WKOW reported that Hanrahan made this ruling “because Johnson went beyond counseling and assistance in a police interview setting.” Binkley said in an email that she and her client “do not agree with the earlier media representation" of Hanrahan's reasoning for his ruling, but had no further comment.

RCC condemned Hanrahan’s decision in a Friday statement, calling it unsettling and saying it would violate the confidentiality between a victim and advocate as outlined in Wisconsin statute 905.045.

“Trust between an advocate and a victim is sacred and essential to their healing process, which is why the Wisconsin State Statute exists in the first place,” the statement said, adding that the move “sets a chilling precedent for future cases of sexual assault.”

RCC advocates accompanied victims on almost 600 visits to emergency rooms, police stations and courtrooms in 2018. Advocates inform victims about their options, such as deciding whether or not they want to have evidence collected or make a police report, and ensure their rights are upheld at all times, Thornley-Parisi said.

“It’s incredibly important to (victims’) long-term healing process that their voice is heard, because their voice was taken away, that they know that their body is their own, because their bodily autonomy has been taken away,” she said. “We want to make sure that the victim is in charge of all the evidence that came of their body.”

“Sometimes we will speak up if there is misinformation. We will clarify information,” she said.

If advocates can be called to testify, Thornley-Parisi said, “it basically is saying that an advocate can’t be present or if they are present, everything that happens between the victim and the advocate has to be told in court and that essentially eliminates our role,” Thornley-Parisi said.

Domestic Abuse Intervention Services also relies on this law when providing help for victims of domestic violence, said DAIS executive director Shannon Barry.

“I don’t know the details of the facts of this specific case, but I am concerned about the precedent that could be set in terms of other defense attorneys trying similar tactics with victim advocates, both with sexual assault and domestic violence cases,” Barry said.

“Victims are often at a disadvantage, just in general,” Barry said. “There’s very few support systems in many ways within the court systems, so this could have a potentially chilling effect on other victims.”

This is part of a larger issue, Thornley-Parisi said: how a sexual assault victim is treated in court can vary depending on the judge on the case.

Thornley-Parisi was one of several advocates who spoke out against Judge Ellen Berz in 2017, after Berz decided to incarcerate a juvenile sexual assault victim who would not testify against her attacker. Berz also refused to grant restraining orders to several women seeking protection from male partners, critics said.

How victims are treated is the “luck of the draw,” Thornley-Parisi said, because judges can choose whether they want to participate in trauma-informed care training.

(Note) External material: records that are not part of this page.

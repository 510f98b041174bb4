import { ChangeDetectionStrategy, Component, input } from '@angular/core';
import { RouterLink } from '@angular/router';
import type { UnplacedItem } from '../unplaced-items';

/** What is not placed, with the reason and the cheapest help. */
@Component({
  selector: 'db-unplaced-list',
  imports: [RouterLink],
  template: `<section aria-labelledby="unplaced-heading">
    <h2 id="unplaced-heading">Not on a run</h2>
    @if (items().length === 0) {
      <p class="calm">Every open parcel has its run.</p>
    }
    <ul>
      @for (item of items(); track item.id) {
        <li>
          <a [routerLink]="['/parcels', item.id]">{{ item.title }}</a>
          <p>{{ item.text }}</p>
          @if (item.help; as help) {
            <p class="help">{{ help }}</p>
          }
        </li>
      }
    </ul>
  </section>`,
  styles: `
    section {
      background: var(--db-paper);
      border: 1px solid var(--db-line);
      border-radius: 16px;
      padding: 15px 17px;
    }
    h2 {
      font-size: 15px;
      margin-bottom: 6px;
    }
    ul {
      list-style: none;
      margin: 0;
      padding: 0;
    }
    li {
      padding: 9px 0;
      border-top: 1px solid var(--db-line);
      font-size: 14px;
      line-height: 1.4;
    }
    a {
      font-weight: 500;
      color: var(--db-ink);
      text-underline-offset: 3px;
    }
    p {
      margin: 2px 0 0;
      font-size: 13px;
      color: var(--db-ink-2);
    }
    .help {
      color: var(--db-dusk);
    }
  `,
  changeDetection: ChangeDetectionStrategy.OnPush,
})
export class UnplacedList {
  readonly items = input.required<readonly UnplacedItem[]>();
}
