import type { Role } from '@shared/contract';

export interface NavPlace {
  readonly path: string;
  readonly label: string;
  readonly icon: string;
}

const places: readonly (NavPlace & { readonly roles: readonly Role[] })[] = [
  { path: '/desk', label: 'Desk', icon: 'desk', roles: ['admin'] },
  { path: '/parcels', label: 'Parcels', icon: 'parcel', roles: ['breeder', 'coordinator', 'admin'] },
  { path: '/route-check', label: 'Route check', icon: 'route', roles: ['breeder', 'coordinator', 'admin'] },
  { path: '/runs', label: 'Runs', icon: 'van', roles: ['breeder', 'coordinator', 'admin'] },
  { path: '/my-arrivals', label: 'My arrivals', icon: 'bell', roles: ['buyer'] },
  { path: '/blackouts', label: 'Calendar', icon: 'calendar', roles: ['breeder', 'coordinator', 'admin'] },
  { path: '/counters', label: 'Counters', icon: 'counter', roles: ['coordinator', 'admin'] },
  { path: '/species', label: 'Species', icon: 'species', roles: ['coordinator', 'admin'] },
  { path: '/boxes', label: 'Boxes', icon: 'box', roles: ['coordinator', 'admin'] },
  { path: '/policy', label: 'Policy', icon: 'thermometer', roles: ['coordinator', 'admin'] },
  { path: '/people', label: 'People', icon: 'people', roles: ['admin'] },
];

/** What the navigation offers to somebody with these roles, the way the day goes for them. */
export function placesFor(roles: readonly Role[]): readonly NavPlace[] {
  const own = places.filter((place) => place.roles.some((role) => roles.includes(role)));
  if (!roles.includes('coordinator') || roles.includes('admin')) return own;
  const runs = own.filter((place) => place.path === '/runs');
  return [...runs, ...own.filter((place) => place.path !== '/runs')];
}
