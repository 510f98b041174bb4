import type { Request, Response } from 'express';
import type * as z from 'zod';
import type { Role } from '@shared/contract';
import type { Actor } from './actor';

/** Who may call a route: anybody, anybody signed in, or holders of one of the roles. */
export type Allow = 'anyone' | 'signed-in' | readonly [Role, ...Role[]];

type Out<S> = S extends z.ZodType ? z.output<S> : undefined;
/** A route that lets anybody in has perhaps no actor; every other one has. */
type ActorFor<A extends Allow> = A extends 'anyone' ? Actor | null : Actor;

export interface Call<A extends Allow, P, Q, B> {
  readonly actor: ActorFor<A>;
  readonly params: Out<P>;
  readonly query: Out<Q>;
  readonly body: Out<B>;
  /** The version in If-Match, or null when the caller sent none. */
  readonly ifMatch: number | null;
  readonly req: Request;
  readonly res: Response;
}

/**
 * A declared route. `response` is the schema of the JSON answer, null for 204; an answer with a `version` also gets an
 * ETag. A route without `allow` does not compile. `raw: true` leaves writing the answer to the handler; `textType` names
 * the media type of an answer that is text, which the handler then returns (with `response: null`).
 */
export interface RouteSpec<A extends Allow, P, Q, B, R> {
  readonly method: 'get' | 'post' | 'put' | 'patch' | 'delete';
  /** Express path, under /api, e.g. `/parcels/:id`. */
  readonly path: string;
  readonly summary: string;
  readonly allow: A;
  readonly params?: P;
  readonly query?: Q;
  readonly body?: B;
  readonly response: R;
  readonly status?: number;
  readonly raw?: boolean;
  readonly textType?: `text/${string}`;
  readonly handler: (
    call: Call<A, P, Q, B>,
  ) => Promise<R extends z.ZodType ? z.input<R> : unknown> | (R extends z.ZodType ? z.input<R> : unknown);
}

/** A route with its schema types erased, as the router and the OpenAPI document take it. */
export interface AnyRoute extends Omit<RouteSpec<Allow, unknown, unknown, unknown, unknown>, 'handler'> {
  readonly params?: z.ZodType;
  readonly query?: z.ZodType;
  readonly body?: z.ZodType;
  readonly response: z.ZodType | null;
  readonly handler: (call: Call<'anyone', never, never, never>) => unknown;
}

/** Declares a route; the types of params, query and body come from their schemas. */
export function route<
  const A extends Allow,
  P extends z.ZodType | undefined = undefined,
  Q extends z.ZodType | undefined = undefined,
  B extends z.ZodType | undefined = undefined,
  R extends z.ZodType | null = null,
>(spec: RouteSpec<A, P, Q, B, R>): AnyRoute {
  return spec as unknown as AnyRoute;
}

Some judges are “incredibly disrespectful” to victims, she said, but noted she has not heard that Hanrahan was among them.

HANRAHAN'S RESPONSE 

In his letter to Thornley-Parisi, Hanrahan said he was disappointed that she had spoken out about her opinion that his ruling was not consistent with law even though she was not present in court and did not read the court transcript. He said Thornley-Parisi had chosen to “recklessly besmirch (his) reputation.”

Hanrahan also outlined his previous experience working with sexual assault victims, including an almost 20-year career “sensitively counselling sexual assault survivors and vigorously prosecuting perpetrators of these crimes,” and his time as the former head of the Domestic Violence Unit in the Milwaukee DA Office. 

“As a judge, I believe that I have attained a solid reputation as being compassionate toward crime victims, skilled at applying the rules of evidence in trial and appropriately sentencing convicted rapists,” he wrote. 

Hanrahan wrote than when the trial is over, he would be pleased to sit down and explain the “complicated interplay” of Wisconsin law on the matter and “how to best meet the needs of your clients, while ensuring the confidentiality of communications."

This story has been updated to include comments from Judge William Hanrahan.